Breaking Posts

6/trending/recent

Hot Widget

Type Here to Get Search Results !

Rumitnya Proses Pemakzulan Wapres, antara Teori, Fakta dan Keniscayaan Suara Rakyat

 

Repelita Jakarta - Wacana pemakzulan Wakil Presiden kembali mengemuka setelah Forum Purnawirawan Prajurit TNI (FPPTNI) melayangkan surat resmi kepada DPR-RI.

Topik ini menjadi bahan perbincangan hangat di ruang publik.

Dua program diskusi populer, Rakyat Bersuara dan Indonesia Lawyers Club, sama-sama mengangkat isu ini pekan ini.

Menurut pengamat independen Roy Suryo, meskipun dirinya tidak menjadi narasumber dalam acara tersebut, pembahasan ini menunjukkan bahwa isu pemakzulan memang krusial.

Roy menyebut bahwa masyarakat Indonesia mayoritas menantikan langkah konstitusional terhadap Wakil Presiden karena alasan yang disebutkan dalam surat FPPTNI.

Walau hingga kini belum dibahas di DPR-RI, kondisi itu hanya bersifat teknis karena para anggota legislatif sedang masa reses hingga 26 Juni 2025.

Dalam ulasan sebelumnya, Roy telah memaparkan isi surat FPPTNI yang memuat sejumlah alasan logis, antara lain cacat konstitusi dalam Putusan MK 90, ketidakmampuan personal Wapres, jejak digital bernuansa ujaran kebencian dari akun Kaskus “Fufufafa”, serta dugaan keterlibatan keluarga dalam kasus korupsi yang dilaporkan ke KPK.

Secara prosedural, proses pemakzulan memang panjang dan menantang.

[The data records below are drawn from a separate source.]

/* Writes a block's trigger CODE (0: none). A failing port stops the block with the reason. */
static enum flow block_code(struct run_session *s, int code, char **err)
{
	if (!s->trig || code <= 0)
		return FLOW_ON;
	char e[400];
	if (!trigger_send(s->trig, code, NULL, e, sizeof e))
		return FLOW_ON;
	char *ignored = NULL;
	store_event(s->store, s->ss.id, "fault", e, &ignored);
	free(ignored);
	*err = xasprintf("%s; the block stopped, every stored trial is kept", e);
	s->failed = true;
	return FLOW_END;
}

/* The observer's chords: keys the experimenter presses on the observer's keyboard, never shown on
 * the observer's screen (Ctrl+Alt held with G go on, S skip the block, E end the session). */
static const char *const chord_keys[] = {"ctrl+alt+g", "ctrl+alt+s", "ctrl+alt+e"};

/* The observer pressed Escape: the pause screen, until the experimenter decides (the watcher, or a
 * chord on the observer's keyboard). */
static enum flow observer_pause(struct blockrun *br, char **err)
{
	struct run_session *s = br->s;
	if (event(s, "pause", "observer", err) != FLOW_ON)
		return FLOW_END;
	struct run_text t = {0};
	run_screen_pause(&t);
	run_screen_shot(s, "pause", &t);
	br->paused_by_observer = true;
	br->pause_taken = false;
	br->last_cmd = RUN_CMD_CONTINUE;
	int k = trialloop_screen(s->tl, (const char *const *)t.v, t.n, chord_keys, 3, false,
				 tick_observer_pause, br, 0);
	run_text_free(&t);
	br->paused_by_observer = false;
	if (k == -1)
		k = br->last_cmd == RUN_CMD_GO_ON ? 0 : br->last_cmd == RUN_CMD_SKIP ? 1 : 2;
	switch (k) {
	case 0: return event(s, "resume", "experimenter", err);
	case 1: return event(s, "skip", run_pblock(s, br->block)->name, err) == FLOW_ON ? FLOW_SKIP : FLOW_END;
	case 2: event(s, "end", "experimenter", err); return FLOW_END;
	default: return FLOW_STOP;
	}
}

/* The console asked for a pause. */
static enum flow console_pause(struct blockrun *br, char **err)
{
	struct run_session *s = br->s;
	if (event(s, "pause", "experimenter", err) != FLOW_ON)
		return FLOW_END;
	static const char *const lines[] = {"Paused", "", "Please wait for the experimenter"};
	int k = trialloop_screen(s->tl, lines, 3, NULL, 0, false, tick_console_pause, br, 0);
	if (k == -1 && br->last_cmd != RUN_CMD_END)
		return event(s, "resume", "experimenter", err);
	if (k == -1) {
		event(s, "end", "experimenter", err);
		return FLOW_END;
	}
	return FLOW_STOP;
}

/* A start, rest or ready screen (LINES). The keyboard observer goes on with space; the model goes
 * on at once. The screen is saved as NAME with --screenshots. */
static enum flow break_screen(struct blockrun *br, const char *name, struct run_text *t, char **err)
{
	struct run_session *s = br->s;
	if (!s->paced) {
		run_text_free(t);
		return call_progress(br, RUN_STATE_BREAK) == RUN_CMD_END
			       ? (event(s, "end", "experimenter", err), FLOW_END) : FLOW_ON;
	}
	run_screen_shot(s, name, t);
	static const char *const keys[] = {"space"};
	int k = trialloop_screen(s->tl, (const char *const *)t->v, t->n, keys, 1, true, tick_break,
				 br, 0);
	run_text_free(t);
	if (k == 0)
		return FLOW_ON;
	if (k == -3)
		return observer_pause(br, err);
	if (k == -1) {
		event(s, "end", "experimenter", err);
		return FLOW_END;
	}
	return FLOW_STOP;
}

Komposisi kekuatan politik di DPR-RI berdasarkan hasil Pemilu Legislatif 2024 adalah sebagai berikut.

  1. PDIP (Partai Demokrasi Indonesia Perjuangan): 110 kursi dengan perolehan suara 25.387.279 (16,72%).
  2. Golkar (Partai Golongan Karya): 102 kursi dengan perolehan suara 23.208.654 (15,29%).
  3. Gerindra (Partai Gerakan Indonesia Raya): 86 kursi dengan perolehan suara 20.071.708 (13,22%).
  4. PKB (Partai Kebangkitan Bangsa): 68 kursi dengan perolehan suara 16.115.655 (10,62%).
  5. NasDem (Partai Nasional Demokrat): 69 kursi dengan perolehan suara 14.660.516 (9,66%).
  6. PKS (Partai Keadilan Sejahtera): 53 kursi dengan perolehan suara 12.781.353 (8,42%).
  7. PAN (Partai Amanat Nasional): 48 kursi dengan perolehan suara 10.984.003 (7,24%).
  8. Demokrat (Partai Demokrat): 44 kursi dengan perolehan suara 11.283.160 (7,43%).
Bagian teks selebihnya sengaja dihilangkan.